(Dataset entries)
====================

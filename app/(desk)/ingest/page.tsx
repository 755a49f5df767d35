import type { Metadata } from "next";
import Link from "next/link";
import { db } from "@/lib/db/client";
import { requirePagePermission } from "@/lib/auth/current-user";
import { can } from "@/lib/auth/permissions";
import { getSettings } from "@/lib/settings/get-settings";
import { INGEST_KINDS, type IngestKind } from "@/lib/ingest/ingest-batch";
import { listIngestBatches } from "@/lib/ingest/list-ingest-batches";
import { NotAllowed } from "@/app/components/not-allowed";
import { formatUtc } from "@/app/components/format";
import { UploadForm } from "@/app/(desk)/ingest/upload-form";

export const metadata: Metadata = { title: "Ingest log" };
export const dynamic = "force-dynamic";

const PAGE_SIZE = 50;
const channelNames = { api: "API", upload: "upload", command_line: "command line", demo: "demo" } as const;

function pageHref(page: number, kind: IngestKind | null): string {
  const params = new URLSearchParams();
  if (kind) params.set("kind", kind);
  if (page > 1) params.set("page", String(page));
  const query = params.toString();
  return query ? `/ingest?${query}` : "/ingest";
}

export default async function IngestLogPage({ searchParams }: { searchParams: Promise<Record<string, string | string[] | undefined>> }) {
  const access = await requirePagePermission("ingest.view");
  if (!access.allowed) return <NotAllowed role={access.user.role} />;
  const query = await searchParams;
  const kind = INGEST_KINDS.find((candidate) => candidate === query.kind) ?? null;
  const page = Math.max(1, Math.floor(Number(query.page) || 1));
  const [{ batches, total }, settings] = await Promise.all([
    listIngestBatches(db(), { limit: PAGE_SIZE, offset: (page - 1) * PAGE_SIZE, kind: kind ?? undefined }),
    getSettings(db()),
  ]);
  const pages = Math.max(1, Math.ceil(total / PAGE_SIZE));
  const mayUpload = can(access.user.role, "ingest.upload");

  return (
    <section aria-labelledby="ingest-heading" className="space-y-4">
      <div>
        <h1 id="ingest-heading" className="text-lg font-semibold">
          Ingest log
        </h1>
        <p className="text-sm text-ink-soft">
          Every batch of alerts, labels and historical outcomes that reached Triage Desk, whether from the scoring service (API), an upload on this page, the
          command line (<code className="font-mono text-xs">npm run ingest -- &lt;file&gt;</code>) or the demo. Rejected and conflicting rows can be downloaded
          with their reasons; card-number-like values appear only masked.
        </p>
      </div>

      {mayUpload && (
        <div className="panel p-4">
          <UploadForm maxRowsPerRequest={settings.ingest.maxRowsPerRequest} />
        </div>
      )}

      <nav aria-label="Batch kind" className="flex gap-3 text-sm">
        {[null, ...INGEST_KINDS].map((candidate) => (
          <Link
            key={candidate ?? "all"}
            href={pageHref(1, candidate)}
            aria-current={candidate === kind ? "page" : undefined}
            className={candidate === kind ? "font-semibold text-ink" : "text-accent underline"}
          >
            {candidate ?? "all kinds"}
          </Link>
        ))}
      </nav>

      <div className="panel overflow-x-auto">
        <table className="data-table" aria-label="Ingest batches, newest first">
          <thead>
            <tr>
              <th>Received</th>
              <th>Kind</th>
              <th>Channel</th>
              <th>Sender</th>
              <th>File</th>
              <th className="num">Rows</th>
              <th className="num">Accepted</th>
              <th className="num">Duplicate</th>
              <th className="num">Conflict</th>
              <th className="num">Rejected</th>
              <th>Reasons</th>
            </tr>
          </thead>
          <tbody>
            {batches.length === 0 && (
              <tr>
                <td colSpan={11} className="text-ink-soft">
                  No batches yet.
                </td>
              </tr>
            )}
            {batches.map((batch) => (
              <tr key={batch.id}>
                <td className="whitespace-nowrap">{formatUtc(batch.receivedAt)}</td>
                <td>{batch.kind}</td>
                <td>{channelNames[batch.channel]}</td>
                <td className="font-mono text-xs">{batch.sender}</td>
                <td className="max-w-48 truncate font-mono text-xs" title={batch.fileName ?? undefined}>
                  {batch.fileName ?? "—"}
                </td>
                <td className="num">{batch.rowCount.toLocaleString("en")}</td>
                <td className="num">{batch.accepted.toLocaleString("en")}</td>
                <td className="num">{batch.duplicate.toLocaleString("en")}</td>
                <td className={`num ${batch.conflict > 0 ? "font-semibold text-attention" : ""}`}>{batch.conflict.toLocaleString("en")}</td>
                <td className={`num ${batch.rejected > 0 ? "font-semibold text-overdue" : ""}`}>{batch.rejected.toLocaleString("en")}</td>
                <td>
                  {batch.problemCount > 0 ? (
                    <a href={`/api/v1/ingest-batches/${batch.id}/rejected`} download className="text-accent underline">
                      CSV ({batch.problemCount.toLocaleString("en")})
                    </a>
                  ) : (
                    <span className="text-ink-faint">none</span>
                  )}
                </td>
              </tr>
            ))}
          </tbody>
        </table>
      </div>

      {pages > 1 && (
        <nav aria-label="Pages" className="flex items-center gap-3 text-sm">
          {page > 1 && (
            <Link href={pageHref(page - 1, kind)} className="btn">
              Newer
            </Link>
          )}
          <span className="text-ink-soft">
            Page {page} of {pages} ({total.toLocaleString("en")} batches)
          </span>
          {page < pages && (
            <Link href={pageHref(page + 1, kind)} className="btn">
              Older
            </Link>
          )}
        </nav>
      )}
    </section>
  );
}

====================

## What is expected
Copy each line of the data exactly, please.

## Result
filename app/(desk)/ingest/page.tsx
repository 755a49f5df767d35
import type { Metadata } from "next";
import Link from "next/link";
import { db } from "@/lib/db/client";
import { requirePagePermission } from "@/lib/auth/current-user";
import { can } from "@/lib/auth/permissions";
import { getSettings } from "@/lib/settings/get-settings";
import { INGEST_KINDS, type IngestKind } from "@/lib/ingest/ingest-batch";
import { listIngestBatches } from "@/lib/ingest/list-ingest-batches";
import { NotAllowed } from "@/app/components/not-allowed";
import { formatUtc } from "@/app/components/format";
import { UploadForm } from "@/app/(desk)/ingest/upload-form";

export const metadata: Metadata = { title: "Ingest log" };
export const dynamic = "force-dynamic";

const PAGE_SIZE = 50;
const channelNames = { api: "API", upload: "upload", command_line: "command line", demo: "demo" } as const;

function pageHref(page: number, kind: IngestKind | null): string {
  const params = new URLSearchParams();
  if (kind) params.set("kind", kind);
  if (page > 1) params.set("page", String(page));
  const query = params.toString();
  return query ? `/ingest?${query}` : "/ingest";
}

export default async function IngestLogPage({ searchParams }: { searchParams: Promise<Record<string, string | string[] | undefined>> }) {
  const access = await requirePagePermission("ingest.view");
  if (!access.allowed) return <NotAllowed role={access.user.role} />;
  const query = await searchParams;
  const kind = INGEST_KINDS.find((candidate) => candidate === query.kind) ?? null;
  const page = Math.max(1, Math.floor(Number(query.page) || 1));
  const [{ batches, total }, settings] = await Promise.all([
    listIngestBatches(db(), { limit: PAGE_SIZE, offset: (page - 1) * PAGE_SIZE, kind: kind ?? undefined }),
    getSettings(db()),
  ]);
  const pages = Math.max(1, Math.ceil(total / PAGE_SIZE));
  const mayUpload = can(access.user.role, "ingest.upload");

  return (
    <section aria-labelledby="ingest-heading" className="space-y-4">
      <div>
        <h1 id="ingest-heading" className="text-lg font-semibold">
          Ingest log
        </h1>
        <p className="text-sm text-ink-soft">
          Every batch of alerts, labels and historical outcomes that reached Triage Desk, whether from the scoring service (API), an upload on this page, the
          command line (<code className="font-mono text-xs">npm run ingest -- &lt;file&gt;</code>) or the demo. Rejected and conflicting rows can be downloaded
          with their reasons; card-number-like values appear only masked.
        </p>
      </div>

      {mayUpload && (
        <div className="panel p-4">
          <UploadForm maxRowsPerRequest={settings.ingest.maxRowsPerRequest} />
        </div>
      )}

      <nav aria-label="Batch kind" className="flex gap-3 text-sm">
        {[null, ...INGEST_KINDS].map((candidate) => (
          <Link
            key={candidate ?? "all"}
            href={pageHref(1, candidate)}
            aria-current={candidate === kind ? "page" : undefined}
            className={candidate === kind ? "font-semibold text-ink" : "text-accent underline"}
          >
            {candidate ?? "all kinds"}
          </Link>
        ))}
      </nav>

      <div className="panel overflow-x-auto">
        <table className="data-table" aria-label="Ingest batches, newest first">
          <thead>
            <tr>
              <th>Received</th>
              <th>Kind</th>
              <th>Channel</th>
              <th>Sender</th>
              <th>File</th>
              <th className="num">Rows</th>
              <th className="num">Accepted</th>
              <th className="num">Duplicate</th>
              <th className="num">Conflict</th>
              <th className="num">Rejected</th>
              <th>Reasons</th>
            </tr>
          </thead>
          <tbody>
            {batches.length === 0 && (
              <tr>
                <td colSpan={11} className="text-ink-soft">
                  No batches yet.
                </td>
              </tr>
            )}
            {batches.map((batch) => (
              <tr key={batch.id}>
                <td className="whitespace-nowrap">{formatUtc(batch.receivedAt)}</td>
                <td>{batch.kind}</td>
                <td>{channelNames[batch.channel]}</td>
                <td className="font-mono text-xs">{batch.sender}</td>
                <td className="max-w-48 truncate font-mono text-xs" title={batch.fileName ?? undefined}>
                  {batch.fileName ?? "—"}
                </td>
                <td className="num">{batch.rowCount.toLocaleString("en")}</td>
                <td className="num">{batch.accepted.toLocaleString("en")}</td>
                <td className="num">{batch.duplicate.toLocaleString("en")}</td>
                <td className={`num ${batch.conflict > 0 ? "font-semibold text-attention" : ""}`}>{batch.conflict.toLocaleString("en")}</td>
                <td className={`num ${batch.rejected > 0 ? "font-semibold text-overdue" : ""}`}>{batch.rejected.toLocaleString("en")}</td>
                <td>
                  {batch.problemCount > 0 ? (
                    <a href={`/api/v1/ingest-batches/${batch.id}/rejected`} download className="text-accent underline">
                      CSV ({batch.problemCount.toLocaleString("en")})
                    </a>
                  ) : (
                    <span className="text-ink-faint">none</span>
                  )}
                </td>
              </tr>
            ))}
          </tbody>
        </table>
      </div>

      {pages > 1 && (
        <nav aria-label="Pages" className="flex items-center gap-3 text-sm">
          {page > 1 && (
            <Link href={pageHref(page - 1, kind)} className="btn">
              Newer
            </Link>
          )}
          <span className="text-ink-soft">
            Page {page} of {pages} ({total.toLocaleString("en")} batches)
          </span>
          {page < pages && (
            <Link href={pageHref(page + 1, kind)} className="btn">
              Older
            </Link>
          )}
        </nav>
      )}
    </section>
  );
}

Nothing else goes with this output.